(Stored data)
╭──

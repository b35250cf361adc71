from hypothesis import given, strategies as st

from diskwatch.machine.text import Sheet
from diskwatch.machine.volumes import sector_of, volumes
from diskwatch.records import Attribute, SignalKind, Value


def row(number: int, name: str, raw: str) -> Attribute:
    return Attribute(number=number, name=name, value=100, worst=100, threshold=0, prefail=False, raw=raw)


def read(
    *rows: Attribute, sector: int | None = 512, flash: bool = True, hours: int | None = 1_000
) -> dict[str, Value]:
    found = tuple(volumes(rows, sector=sector, flash=flash, hours=hours))
    assert all((value.value is None) is (value.reason is not None) for value in found)
    return {value.signal: value for value in found}


def lbas(written: int, more: int = 0) -> tuple[Attribute, Attribute]:
    return row(241, "Total_LBAs_Written", str(written)), row(242, "Total_LBAs_Read", str(more))


def test_blocks_of_unknown_size_give_no_bytes_and_are_kept_as_they_stand():
    found = read(*lbas(5_000_000), sector=None, flash=False)
    assert found["data-written"].value is None
    kept = found["raw-data-written"]
    assert (kept.value, kept.unit, kept.kind) == (5_000_000, "opaque", SignalKind.GAUGE)


def test_a_turning_drive_counts_blocks():
    assert read(*lbas(176_271), flash=False)["data-written"].value == 176_271 * 512


@given(st.integers(0, 2**40), st.integers(0, 200_000))
def test_no_drive_that_counts_in_a_larger_unit_ever_gets_a_number(written: int, hours: int):
    """Whatever a SATA link can have moved in the hours, its count of 32 MiB is never taken for blocks."""
    most = hours * 3_600 * 600_000_000 // 2**25
    found = read(*lbas(min(written, most), most), hours=hours)
    assert (found["data-written"].value, found["data-read"].value) == (None, None)
    assert found["raw-data-read"].value == most


def test_a_count_that_only_blocks_can_reach_is_one_of_blocks_in_both_directions():
    found = read(*lbas(58_612_004_112, 1_000), hours=9_120)
    assert (found["data-written"].value, found["data-read"].value) == (58_612_004_112 * 512, 512_000)
    assert "raw-data-read" not in found


def test_without_powered_hours_nothing_is_proved_on_flash():
    assert read(*lbas(58_612_004_112), hours=None)["data-written"].value is None


def test_a_unit_in_the_name_needs_no_proof():
    found = read(row(241, "Host_Writes_32MiB", "7"), hours=None)
    assert found["data-written"].value == 7 * 2**25
    assert read(row(241, "Host_Writes_32MiB", "4294967295"))["data-written"].value is None


def test_only_sizes_that_blocks_have_are_believed():
    assert sector_of({"logical_block_size": 4096}, Sheet.of([])) == 4096
    assert sector_of({"logical_block_size": 513}, Sheet.of([])) is None
    assert sector_of(None, Sheet.of(["Sector Sizes:     512 bytes logical, 4096 bytes physical"])) == 512
    assert sector_of(None, Sheet.of([])) is None
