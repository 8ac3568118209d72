//! Noise that is white within a band.

use super::Density;
use crate::covariance::kernel::{Estimate, InvalidParameter, demand, positive};
use crate::covariance::spectral::Tail;
use std::fmt;

/// One level between two frequencies, nothing elsewhere. From frequency 0 on it is ideal low-pass noise (Rice 1944-45,
/// Mathematical analysis of random noise, Bell Syst. Tech. J. 23 and 24, Part III; from memory).
#[derive(Clone, Copy, Debug, PartialEq)]
pub struct BandLimited {
    level: f64,
    lower: f64,
    upper: f64,
}

impl BandLimited {
    /// From the one-sided density, per rad/s, and the two frequencies in rad/s.
    pub fn new(level: f64, lower: f64, upper: f64) -> Result<Self, InvalidParameter> {
        const NAME: &str = "band_limited";
        let upper = positive(NAME, "upper", upper)?;
        Ok(Self {
            level: super::level(NAME, level)?,
            lower: demand(
                (0.0..upper).contains(&lower),
                NAME,
                "lower",
                lower,
                "0 or greater, and below `upper`",
            )?,
            upper,
        })
    }
}

impl Density for BandLimited {
    fn density(&self, omega: f64) -> f64 {
        if (self.lower..=self.upper).contains(&omega) {
            self.level
        } else {
            0.0
        }
    }

    /// G (b^(n+1) - a^(n+1)) / (n + 1), as (b - a) times the mean of a^i b^(n-i), which keeps its digits for narrow bands.
    fn moment(&self, order: u32) -> Estimate {
        let power = |exponent: u32, base: f64| base.powi(exponent as i32);
        let sum: f64 = (0..=order)
            .map(|i| power(i, self.lower) * power(order - i, self.upper))
            .sum();
        Estimate::closed(self.level * (self.upper - self.lower) * sum / f64::from(order + 1))
    }

    fn tail(&self) -> Tail {
        Tail::Faster
    }

    fn head(&self) -> f64 {
        if self.lower > 0.0 { f64::INFINITY } else { 0.0 }
    }

    fn grid(&self) -> Vec<f64> {
        crate::covariance::spectrum::rising(vec![0.0, self.lower, self.upper])
    }
}

impl fmt::Display for BandLimited {
    fn fmt(&self, out: &mut fmt::Formatter<'_>) -> fmt::Result {
        let Self { level, lower, upper } = self;
        write!(
            out,
            "band_limited(level: {level}, lower: {lower} rad/s, upper: {upper} rad/s)"
        )
    }
}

╰──

What is needed
Whenever the string "Estimate" shows up in a line above, copy that line.

Finished task
use crate::covariance::kernel::{Estimate, InvalidParameter, demand, positive};
    fn moment(&self, order: u32) -> Estimate {
        Estimate::closed(self.level * (self.upper - self.lower) * sum / f64::from(order + 1))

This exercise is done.